### Data records

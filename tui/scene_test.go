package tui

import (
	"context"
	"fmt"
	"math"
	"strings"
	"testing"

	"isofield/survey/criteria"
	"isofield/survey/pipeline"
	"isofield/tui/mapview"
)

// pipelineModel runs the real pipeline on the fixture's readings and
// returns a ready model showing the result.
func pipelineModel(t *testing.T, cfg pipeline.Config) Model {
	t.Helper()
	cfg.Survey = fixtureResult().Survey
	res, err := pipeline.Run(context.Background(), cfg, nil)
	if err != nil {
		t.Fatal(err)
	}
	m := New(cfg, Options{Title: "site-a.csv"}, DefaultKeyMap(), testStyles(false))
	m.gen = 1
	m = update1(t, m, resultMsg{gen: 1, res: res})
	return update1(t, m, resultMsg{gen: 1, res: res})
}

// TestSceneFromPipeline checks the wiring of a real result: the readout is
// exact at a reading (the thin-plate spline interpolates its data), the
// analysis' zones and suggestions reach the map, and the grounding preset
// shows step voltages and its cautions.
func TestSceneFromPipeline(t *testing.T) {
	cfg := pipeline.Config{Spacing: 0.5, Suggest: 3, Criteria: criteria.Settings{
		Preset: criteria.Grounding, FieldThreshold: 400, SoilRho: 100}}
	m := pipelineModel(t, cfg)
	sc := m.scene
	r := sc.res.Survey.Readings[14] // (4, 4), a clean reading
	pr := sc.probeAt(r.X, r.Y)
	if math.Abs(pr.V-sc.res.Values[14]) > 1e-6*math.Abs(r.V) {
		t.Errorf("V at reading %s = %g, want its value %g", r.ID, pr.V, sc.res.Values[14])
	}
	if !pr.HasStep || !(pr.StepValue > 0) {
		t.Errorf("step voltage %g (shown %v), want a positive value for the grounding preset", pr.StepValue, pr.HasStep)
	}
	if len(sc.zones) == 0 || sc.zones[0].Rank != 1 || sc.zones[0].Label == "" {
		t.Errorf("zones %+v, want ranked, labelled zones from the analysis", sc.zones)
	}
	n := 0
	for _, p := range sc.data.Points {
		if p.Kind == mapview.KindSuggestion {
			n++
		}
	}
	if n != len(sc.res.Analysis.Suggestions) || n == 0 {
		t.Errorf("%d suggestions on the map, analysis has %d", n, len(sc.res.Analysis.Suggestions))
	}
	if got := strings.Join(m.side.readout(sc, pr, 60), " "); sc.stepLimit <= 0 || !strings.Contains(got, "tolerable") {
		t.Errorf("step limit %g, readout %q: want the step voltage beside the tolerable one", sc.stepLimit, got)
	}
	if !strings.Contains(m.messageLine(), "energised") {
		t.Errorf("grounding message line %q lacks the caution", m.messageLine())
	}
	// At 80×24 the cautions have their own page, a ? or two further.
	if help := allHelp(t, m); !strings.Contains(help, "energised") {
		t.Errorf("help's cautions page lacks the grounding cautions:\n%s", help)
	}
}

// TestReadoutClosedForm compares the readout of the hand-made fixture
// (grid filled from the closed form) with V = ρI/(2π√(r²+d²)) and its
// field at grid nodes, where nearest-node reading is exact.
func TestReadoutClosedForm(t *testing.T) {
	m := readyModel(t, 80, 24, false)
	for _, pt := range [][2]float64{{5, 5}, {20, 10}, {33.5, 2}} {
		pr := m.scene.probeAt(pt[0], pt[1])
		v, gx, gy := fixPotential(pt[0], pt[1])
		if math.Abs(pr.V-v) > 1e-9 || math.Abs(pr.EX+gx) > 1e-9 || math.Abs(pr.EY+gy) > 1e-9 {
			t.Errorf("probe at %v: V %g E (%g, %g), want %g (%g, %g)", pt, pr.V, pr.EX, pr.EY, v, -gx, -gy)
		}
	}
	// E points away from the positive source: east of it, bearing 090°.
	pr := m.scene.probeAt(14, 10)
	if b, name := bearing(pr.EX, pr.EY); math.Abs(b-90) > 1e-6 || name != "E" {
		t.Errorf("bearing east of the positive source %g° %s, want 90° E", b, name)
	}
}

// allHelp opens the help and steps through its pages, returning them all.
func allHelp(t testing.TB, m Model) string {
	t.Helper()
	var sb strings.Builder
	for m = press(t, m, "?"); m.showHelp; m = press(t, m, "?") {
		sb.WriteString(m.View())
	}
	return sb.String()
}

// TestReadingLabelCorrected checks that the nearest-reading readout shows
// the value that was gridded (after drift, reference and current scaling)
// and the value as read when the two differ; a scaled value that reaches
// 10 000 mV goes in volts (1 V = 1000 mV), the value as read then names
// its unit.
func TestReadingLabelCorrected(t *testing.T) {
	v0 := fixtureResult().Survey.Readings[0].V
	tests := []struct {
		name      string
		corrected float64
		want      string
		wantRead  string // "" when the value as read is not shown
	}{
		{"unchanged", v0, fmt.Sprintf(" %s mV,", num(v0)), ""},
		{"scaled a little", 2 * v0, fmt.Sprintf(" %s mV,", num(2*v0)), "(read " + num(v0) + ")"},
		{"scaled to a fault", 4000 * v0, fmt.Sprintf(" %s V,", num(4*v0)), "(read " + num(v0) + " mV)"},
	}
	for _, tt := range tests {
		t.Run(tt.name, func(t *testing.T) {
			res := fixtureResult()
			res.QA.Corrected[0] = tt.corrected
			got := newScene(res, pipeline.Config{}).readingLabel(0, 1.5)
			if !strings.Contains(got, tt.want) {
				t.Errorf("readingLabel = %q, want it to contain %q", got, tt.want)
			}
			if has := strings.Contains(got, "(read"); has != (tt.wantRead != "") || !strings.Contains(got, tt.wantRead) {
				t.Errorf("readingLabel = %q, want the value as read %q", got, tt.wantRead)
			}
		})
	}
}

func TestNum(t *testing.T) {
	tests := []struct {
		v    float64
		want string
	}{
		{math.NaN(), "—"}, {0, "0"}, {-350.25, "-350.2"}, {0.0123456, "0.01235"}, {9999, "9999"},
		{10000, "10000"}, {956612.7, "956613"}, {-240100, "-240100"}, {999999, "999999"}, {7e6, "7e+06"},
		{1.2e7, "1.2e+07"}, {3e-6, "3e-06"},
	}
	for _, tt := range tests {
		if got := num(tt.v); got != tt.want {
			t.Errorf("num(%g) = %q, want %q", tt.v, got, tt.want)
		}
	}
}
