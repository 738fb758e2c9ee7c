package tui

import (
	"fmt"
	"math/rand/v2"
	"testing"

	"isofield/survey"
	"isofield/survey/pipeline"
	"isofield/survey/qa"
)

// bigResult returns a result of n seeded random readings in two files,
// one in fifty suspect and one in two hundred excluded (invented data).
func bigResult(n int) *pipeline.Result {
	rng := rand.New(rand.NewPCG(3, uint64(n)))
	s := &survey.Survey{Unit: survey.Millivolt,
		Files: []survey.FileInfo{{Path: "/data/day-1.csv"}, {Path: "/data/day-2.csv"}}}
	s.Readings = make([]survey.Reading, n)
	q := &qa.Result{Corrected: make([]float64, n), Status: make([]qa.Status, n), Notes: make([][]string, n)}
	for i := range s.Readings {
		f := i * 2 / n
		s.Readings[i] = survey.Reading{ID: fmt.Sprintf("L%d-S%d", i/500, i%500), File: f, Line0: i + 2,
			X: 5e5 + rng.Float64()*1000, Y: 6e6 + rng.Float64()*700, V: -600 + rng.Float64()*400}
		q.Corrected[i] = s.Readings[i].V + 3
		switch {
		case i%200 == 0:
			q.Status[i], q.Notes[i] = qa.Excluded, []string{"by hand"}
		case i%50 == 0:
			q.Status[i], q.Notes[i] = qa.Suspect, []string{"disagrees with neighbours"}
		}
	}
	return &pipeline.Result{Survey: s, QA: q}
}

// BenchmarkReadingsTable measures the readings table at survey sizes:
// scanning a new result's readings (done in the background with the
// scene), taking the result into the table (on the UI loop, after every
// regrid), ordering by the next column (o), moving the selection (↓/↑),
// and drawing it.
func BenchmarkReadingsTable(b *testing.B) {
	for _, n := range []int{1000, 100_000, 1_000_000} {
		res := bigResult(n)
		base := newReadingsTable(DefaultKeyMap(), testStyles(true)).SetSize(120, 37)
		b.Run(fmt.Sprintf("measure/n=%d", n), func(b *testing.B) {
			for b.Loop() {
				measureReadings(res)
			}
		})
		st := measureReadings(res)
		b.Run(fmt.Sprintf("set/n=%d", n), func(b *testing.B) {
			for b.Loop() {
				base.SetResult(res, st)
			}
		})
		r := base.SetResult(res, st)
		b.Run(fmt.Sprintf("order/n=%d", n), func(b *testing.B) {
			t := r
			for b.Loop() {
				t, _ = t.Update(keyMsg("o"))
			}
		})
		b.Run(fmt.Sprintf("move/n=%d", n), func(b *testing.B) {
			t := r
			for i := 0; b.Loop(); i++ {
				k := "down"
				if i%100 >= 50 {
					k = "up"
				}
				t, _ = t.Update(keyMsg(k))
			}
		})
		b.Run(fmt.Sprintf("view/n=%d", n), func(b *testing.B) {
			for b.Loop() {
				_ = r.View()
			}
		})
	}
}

######

What needs to be done -> Reproduce exactly the first line of the listing and every line after it, through the one containing "showing the result.". Nothing else belongs in the output.

Written solution ->
filename tui/scene_test.go
package tui

import (
	"context"
	"fmt"
	"math"
	"strings"
	"testing"

	"isofield/survey/criteria"
	"isofield/survey/pipeline"
	"isofield/tui/mapview"
)

// pipelineModel runs the real pipeline on the fixture's readings and
// returns a ready model showing the result.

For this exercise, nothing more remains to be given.